Home Improvement Financing: Borrowing from Your Portfolio
All homes eventually will need some sort of repair or upgrade. If you’re considering home improvement projects, you’ve probably realized that they can be expensive. Most homeowners need to consider some type of home improvement financing, at least for larger projects. An often-overlooked financing option is margin loans. By borrowing from your investment portfolio, you take advantage of assets you already have and pay your home improvement costs.
Qualifying for Margin Loans
When you take out a margin loan, you are using the value of your stocks and other investments as collateral. Here are some investments that qualify to back margin loans, and the maximum percentage of each value that you are allowed to borrow:
- Convertible Bonds: 50 percent
- Corporate/non-convertible bonds: 70 percent
- Exchange traded funds: 70 percent
- FHLM, GNMA: 90 percent
- FNMAs: 90 percent
- Municipal bonds: 80 percent
- Mutual funds: 50 percent
- U.S. Government agency bonds: 80 percent
- U.S. listed common stock: 50 percent
- U.S. Treasury bonds/strips: 92 percent
- U.S. Treasury notes/bills: 95 percent
- Unit investment trusts: 50 percent
- VRDOs: 50 percent
- Warrants: 50 percent.
Unfortunately, some investments don’t qualify for margin loan collateral. These include:
- Annuities
- CATS and TIGRS
- Certificates of Deposit (CDs)
- Money market funds
- Non–U.S. mutual funds
- Retirement accounts
- Some managed accounts
- TRAKRS
- UGMA/UTMA accounts.
Benefits of Margin Loans
If you decide to take a margin loan to cover your home improvement costs, you’ll enjoy many benefits.

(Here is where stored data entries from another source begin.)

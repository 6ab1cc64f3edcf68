//! Numbers of unknown dress: which decimal mark they have, what stands behind them.

use std::sync::LazyLock;

use regex::Regex;

use super::sample::Datum;

static NUMBER: LazyLock<Option<Regex>> = LazyLock::new(|| {
    Regex::new(r"^[+\-\u{2212}]?(?:\d+(?P<mark>[.,])?\d*|(?P<bare>[.,])\d+)(?:[eE][+\-]?\d+)?(?:\s*(?P<unit>mm|cm|m|µm|μm|um|nm|in|inch|°|deg|rad|N|Nm|kg|g|V|A|bar))?$").ok()
});

/// The decimal mark that numbers are written with, as far as they show one.
#[derive(Debug, Clone, PartialEq, Eq)]
pub(super) enum Mark {
    /// No number has a fraction, or all are a workbook's.
    NotShown,
    Seen(char),
    /// Commas, and three digits behind each: they could part thousands.
    PerhapsThousands,
    /// Some with a point, some with a comma.
    Both,
}

/// True for a number with either decimal mark, a unit behind it or not.
pub(super) fn is_number(text: &str) -> bool {
    parts(text).is_some()
}

/// The mark within a number, and the unit behind it.
fn parts(text: &str) -> Option<(Option<char>, Option<String>)> {
    let found = NUMBER.as_ref()?.captures(text.trim())?;
    let mark = found.name("mark").or_else(|| found.name("bare"));
    let mark = mark.and_then(|mark| mark.as_str().chars().next());
    Some((
        mark,
        found.name("unit").map(|unit| unit.as_str().to_owned()),
    ))
}

/// The number that stands there under that decimal mark.
pub(super) fn value(datum: &Datum, mark: char) -> Option<f64> {
    match datum {
        Datum::Number(number) => Some(*number),
        Datum::Text(text) => {
            let (own, unit) = parts(text)?;
            if own.is_some_and(|own| own != mark) {
                return None;
            }
            let bare = text.trim().trim_end_matches(unit.as_deref().unwrap_or(""));
            let plain = bare.trim().replace('\u{2212}', "-").replace(mark, ".");
            plain.parse().ok()
        }
        Datum::Blank | Datum::Date(_) => None,
    }
}

/// The decimal mark of many contents.
pub(super) fn mark<'a>(all: impl Iterator<Item = &'a Datum>) -> Mark {
    let (mut point, mut comma, mut by_three) = (false, false, true);
    for datum in all {
        let Datum::Text(text) = datum else { continue };
        match parts(text) {
            Some((Some('.'), _)) => point = true,
            Some((Some(_), unit)) => {
                comma = true;
                let bare = text.trim().trim_end_matches(unit.as_deref().unwrap_or(""));
                let (whole, fraction) = bare.trim().split_once(',').unwrap_or(("", ""));
                let whole = whole.trim_start_matches(['+', '-', '\u{2212}']);
                by_three &= fraction.len() == 3 && !whole.is_empty() && !whole.starts_with('0');
            }
            _ => {}
        }
    }
    match (point, comma) {
        (false, false) => Mark::NotShown,
        (true, false) => Mark::Seen('.'),
        (false, true) if by_three => Mark::PerhapsThousands,
        (false, true) => Mark::Seen(','),
        (true, true) => Mark::Both,
    }
}

/// The unit behind every number, when they all have the same one.
pub(super) fn unit_behind(values: &[Datum]) -> Option<String> {
    let mut units = values.iter().filter_map(|datum| match datum {
        Datum::Text(text) => parts(text).map(|(_, unit)| unit),
        Datum::Number(_) => Some(None),
        _ => None,
    });
    let first = units.next()??;
    units
        .all(|unit| unit.as_ref() == Some(&first))
        .then_some(first)
}

/// The share of what stands there that is a number.
pub(super) fn share_of_numbers(values: &[Datum]) -> f64 {
    let filled: Vec<&Datum> = values.iter().filter(|d| **d != Datum::Blank).collect();
    let numbers = filled.iter().filter(|datum| match datum {
        Datum::Number(_) => true,
        Datum::Text(text) => is_number(text),
        _ => false,
    });
    if filled.is_empty() {
        0.0
    } else {
        numbers.count() as f64 / filled.len() as f64
    }
}

#[cfg(test)]
mod tests {
    use super::*;

    fn texts(texts: &[&str]) -> Vec<Datum> {
        texts.iter().map(|t| Datum::Text((*t).to_owned())).collect()
    }

    #[test]
    fn the_mark_is_what_the_numbers_show() {
        for (written, expected) in [
            (&["12", "-3"][..], Mark::NotShown),
            (&["12.5", "3"], Mark::Seen('.')),
            (&["12,5", "1,234"], Mark::Seen(',')),
            (&["0,125", "0,234"], Mark::Seen(',')),
            (&["1,234", "12,001"], Mark::PerhapsThousands),
            (&["12,5", "12.5"], Mark::Both),
            (&["P1,5", "---"], Mark::NotShown),
        ] {
            assert_eq!(mark(texts(written).iter()), expected, "{written:?}");
        }
    }

    #[test]
    fn units_are_told_apart_from_numbers() {
        assert_eq!(unit_behind(&texts(&["12.5 mm", "3mm"])), Some("mm".into()));
        assert_eq!(unit_behind(&texts(&["12.5 mm", "3"])), None);
        assert_eq!(
            value(&Datum::Text("\u{2212}12,5 mm".into()), ','),
            Some(-12.5)
        );
        assert_eq!(value(&Datum::Text("12.5".into()), ','), None);
        assert_eq!(share_of_numbers(&texts(&["1", "---"])), 0.5);
    }
}
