//! Which place holds which role: by words first, by what stands there where words leave it open.

use std::collections::BTreeMap;

use super::number::{self, Mark};
use super::sample::{Datum, Place, Sample, Spot};
use super::stamp::{Stamps, stamps};
use super::words::{self, Fit, Meaning};

/// A place as the samples show it together.
#[derive(Debug, Clone)]
pub(super) struct Shared {
    pub(super) place: Place,
    pub(super) names: Vec<String>,
    /// What stands there in each sample that has the place.
    pub(super) by_file: Vec<Vec<Datum>>,
    pub(super) once: bool,
    pub(super) twice: bool,
}

impl Shared {
    pub(super) fn values(&self) -> impl Iterator<Item = &Datum> + Clone {
        self.by_file.iter().flatten()
    }

    fn all(&self) -> Vec<Datum> {
        self.values().cloned().collect()
    }

    pub(super) fn files(&self) -> usize {
        self.by_file.len()
    }

    pub(super) fn stamps(&self) -> Stamps {
        stamps(&self.all())
    }

    pub(super) fn share_of_numbers(&self) -> f64 {
        number::share_of_numbers(&self.all())
    }

    pub(super) fn unit_behind(&self) -> Option<String> {
        number::unit_behind(&self.all())
    }
}

/// A place taken for a role.
#[derive(Debug, Clone)]
pub(super) struct Taken {
    pub(super) spot: Shared,
    /// Why it may be another: what was only nearly known.
    pub(super) doubt: Option<String>,
    /// Other places that could be meant.
    pub(super) others: Vec<String>,
}

/// Every role that was found.
#[derive(Debug, Default)]
pub(super) struct Roles {
    found: BTreeMap<Meaning, Taken>,
    /// Places of numbers that no role took.
    pub(super) numbers_left: Vec<String>,
    /// What stands there.
    rest: Vec<Datum>,
}

impl Roles {
    pub(super) fn get(&self, meaning: Meaning) -> Option<&Taken> {
        self.found.get(&meaning)
    }

    /// The decimal mark of value, nominal and limits.
    pub(super) fn mark(&self) -> Mark {
        let numbers = [
            Meaning::Value,
            Meaning::Nominal,
            Meaning::Upper,
            Meaning::Lower,
        ];
        let spots = numbers.into_iter().filter_map(|role| self.found.get(&role));
        number::mark(spots.flat_map(|taken| taken.spot.values()))
    }

    /// The decimal mark of the numbers that no role took.
    pub(super) fn mark_of_the_rest(&self) -> Mark {
        number::mark(self.rest.iter())
    }

    /// True when value, nominal and limits are all cells with numbers of a workbook.
    pub(super) fn has_only_cells(&self) -> bool {
        let numbers = [
            Meaning::Value,
            Meaning::Nominal,
            Meaning::Upper,
            Meaning::Lower,
        ];
        let mut values = numbers
            .into_iter()
            .filter_map(|role| self.found.get(&role))
            .flat_map(|taken| taken.spot.values())
            .filter(|datum| **datum != Datum::Blank)
            .peekable();
        values.peek().is_some() && values.all(|datum| matches!(datum, Datum::Number(_)))
    }

    pub(super) fn found(samples: &[Sample]) -> Self {
        let shared = shared(samples);
        let mut claims: Vec<(Fit, Meaning, usize)> = Vec::new();
        for (at, spot) in shared.iter().enumerate() {
            for (fit, meaning) in meant(spot) {
                if spot.fits(meaning) {
                    claims.push((fit, meaning, at));
                }
            }
        }
        // The better fit first, then a place met in more samples, then the one that stands first.
        claims.sort_by(|a, b| {
            let files = |at: usize| shared.get(at).map_or(0, Shared::files);
            b.0.cmp(&a.0)
                .then_with(|| files(b.2).cmp(&files(a.2)))
                .then_with(|| a.2.cmp(&b.2))
        });
        let mut roles = Self::default();
        let mut used: Vec<usize> = Vec::new();
        for (fit, meaning, at) in claims {
            let Some(spot) = shared.get(at) else { continue };
            if used.contains(&at) {
                continue;
            }
            if let Some(taken) = roles.found.get_mut(&meaning) {
                taken.others.push(spot.place.shown().to_owned());
                continue;
            }
            used.push(at);
            let doubt = (fit != Fit::Whole)
                .then(|| "the words are only nearly those of this role".to_owned());
            let taken = Taken {
                spot: spot.clone(),
                doubt,
                others: Vec::new(),
            };
            roles.found.insert(meaning, taken);
        }
        roles.value_by_content(&shared, &mut used);
        let is_left = |(at, spot): &(usize, &Shared)| {
            let left_alone = || meant(spot).iter().any(|(_, m)| *m == Meaning::Neither);
            !used.contains(at) && !spot.once && spot.share_of_numbers() > 0.5 && !left_alone()
        };
        for (_, spot) in shared.iter().enumerate().filter(is_left) {
            roles.numbers_left.push(spot.place.shown().to_owned());
            roles.rest.extend(spot.values().cloned());
        }
        roles
    }

    /// Without a word for the value, the only place of numbers with decimals that no role took.
    fn value_by_content(&mut self, shared: &[Shared], used: &mut Vec<usize>) {
        if self.found.contains_key(&Meaning::Value) {
            return;
        }
        let with_fraction = |spot: &Shared| {
            spot.values().any(|datum| match datum {
                Datum::Number(number) => number.fract() != 0.0,
                Datum::Text(_) => matches!(
                    number::mark(std::iter::once(datum)),
                    Mark::Seen(_) | Mark::PerhapsThousands
                ),
                _ => false,
            })
        };
        let candidates: Vec<(usize, &Shared)> = shared
            .iter()
            .enumerate()
            .filter(|(at, spot)| {
                let left_alone = meant(spot).iter().any(|(_, m)| *m == Meaning::Neither);
                !used.contains(at)
                    && !spot.once
                    && !spot.twice
                    && !left_alone
                    && spot.share_of_numbers() > 0.5
                    && with_fraction(spot)
            })
            .collect();
        if let [(at, spot)] = candidates[..] {
            used.push(at);
            let taken = Taken {
                spot: spot.clone(),
                doubt: Some("no word for it; the only place of numbers with decimals that no other role took".into()),
                others: Vec::new(),
            };
            self.found.insert(Meaning::Value, taken);
        }
    }
}

impl Shared {
    /// Whether what stands there can be what the words say.
    fn fits(&self, meaning: Meaning) -> bool {
        if self.twice {
            return false;
        }
        match meaning {
            Meaning::Value => self.share_of_numbers() > 0.5,
            Meaning::Nominal | Meaning::Upper | Meaning::Lower => self.share_of_numbers() > 0.0,
            Meaning::Taken | Meaning::Date => self.stamps() != Stamps::No,
            Meaning::Part | Meaning::Appraiser | Meaning::Characteristic => {
                self.values().any(|datum| *datum != Datum::Blank)
            }
            Meaning::Trial => !self.counts_rows(),
            Meaning::Neither | Meaning::End => false,
            Meaning::Clock
            | Meaning::Unit
            | Meaning::Program
            | Meaning::Stylus
            | Meaning::Fixture => true,
        }
    }

    /// A number that goes up by one with every row of every sample: it counts rows, not trials.
    fn counts_rows(&self) -> bool {
        let is_counter = |values: &Vec<Datum>| {
            values.len() > 3
                && values
                    .iter()
                    .zip(1_i32..)
                    .all(|(datum, n)| number::value(datum, '.') == Some(f64::from(n)))
        };
        !self.by_file.is_empty() && self.by_file.iter().all(is_counter)
    }
}

impl Place {
    /// The heading, label, cell or path itself.
    pub(super) fn shown(&self) -> &str {
        match self {
            Self::Column(text) | Self::Label(text) | Self::Cell(text, _) | Self::Xml(text) => text,
        }
    }
}

/// The best meanings over all names of a place.
fn meant(spot: &Shared) -> Vec<(Fit, Meaning)> {
    let all = spot.names.iter().map(|name| words::meanings(name));
    all.reduce(|best, next| {
        let fit = |list: &[(Fit, Meaning)]| list.first().map(|(fit, _)| *fit);
        if fit(&next) > fit(&best) { next } else { best }
    })
    .unwrap_or_default()
}

/// The places of all samples, the same place once.
fn shared(samples: &[Sample]) -> Vec<Shared> {
    let same = |a: &Place, b: &Place| match (a, b) {
        (Place::Column(a), Place::Column(b)) | (Place::Label(a), Place::Label(b)) => {
            restudy_parsers::fold(a) == restudy_parsers::fold(b)
        }
        (a, b) => a == b,
    };
    let mut all: Vec<Shared> = Vec::new();
    for sample in samples {
        let mut here: Vec<usize> = Vec::new();
        for Spot {
            place,
            names,
            values,
            once,
            twice,
        } in &sample.spots
        {
            match all.iter().position(|known| same(&known.place, place)) {
                Some(at) => {
                    let Some(known) = all.get_mut(at) else {
                        continue;
                    };
                    known.twice |= *twice;
                    known.once &= *once;
                    if !here.contains(&at) {
                        known.by_file.push(values.clone());
                        here.push(at);
                    }
                }
                None => {
                    here.push(all.len());
                    all.push(Shared {
                        place: place.clone(),
                        names: names.clone(),
                        by_file: vec![values.clone()],
                        once: *once,
                        twice: *twice,
                    });
                }
            }
        }
    }
    all
}

#[cfg(test)]
mod tests {
    use super::*;
    use crate::cli::propose::sample::of_text;

    fn roles(text: &str) -> Roles {
        Roles::found(&[of_text("a.csv", text.as_bytes()).unwrap()])
    }

    fn place(roles: &Roles, meaning: Meaning) -> Option<&str> {
        roles.get(meaning).map(|taken| taken.spot.place.shown())
    }

    #[test]
    fn one_word_of_two_meanings_is_decided_by_what_stands_there() {
        let r = roles("part;measured\nP1;1,5\n");
        assert_eq!(place(&r, Meaning::Value), Some("measured"));
        assert_eq!(place(&r, Meaning::Taken), None);
        let r = roles("part;actual;measured\nP1;1,5;2026-06-02T08:00\n");
        assert_eq!(place(&r, Meaning::Taken), Some("measured"));
    }

    #[test]
    fn a_deviation_is_never_the_value_and_a_row_counter_no_trial() {
        let r = roles(
            "run;part;dev;reading x\n1;P1;0,1;1,5\n2;P1;0,2;1,6\n3;P2;0,1;1,5\n4;P2;0,1;1,5\n",
        );
        assert_eq!(place(&r, Meaning::Trial), None);
        assert_eq!(place(&r, Meaning::Value), Some("reading x"));
        assert!(r.get(Meaning::Value).unwrap().doubt.is_some());
    }

    #[test]
    fn several_columns_of_numbers_without_words_are_left_to_a_person() {
        let r = roles("part;bore;pin\nP1;1,5;2,5\nP2;1,6;2,4\n");
        assert_eq!(place(&r, Meaning::Value), None);
        assert_eq!(r.numbers_left, ["bore", "pin"]);
    }
}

Some of these are the following:
- As long as you maintain a required equity level in your investment portfolio, you’ll have no set repayment schedule.
- By borrowing from your portfolio rather than selling it, you keep your investments and hopefully profit in the long run.
- Interest charges are added to your balance each month, but are not due at any specific time.
- Interest may be tax deductible, and margin interest may be exempt from the Alternative Minimum Tax.
- You can repay your loan at your convenience, either by depositing cash or selling securities.
- You maintain control of your portfolio while your loan is out.
- You’ll enjoy quick approval, with no credit check.
Risks of Margin Loans
While there are many advantages of borrowing against your portfolio, this home improvement financing option has some risks as well. Some of these include the following:
- If the market goes down, you may be forced to sell your stock.
- If the value of your portfolio goes down, you might have to deposit cash or other securities to your account.
- You can lose more funds than you’ve deposited in your margin account.
To minimize your risks, choose your most stable securities to borrow against. In addition, borrow less than the maximum allowable amount: Experts recommend borrowing no more than 50 percent of your portfolio’s total value. Lastly, keep your portfolio as diversified as possible and monitor it regularly, especially during changing market conditions.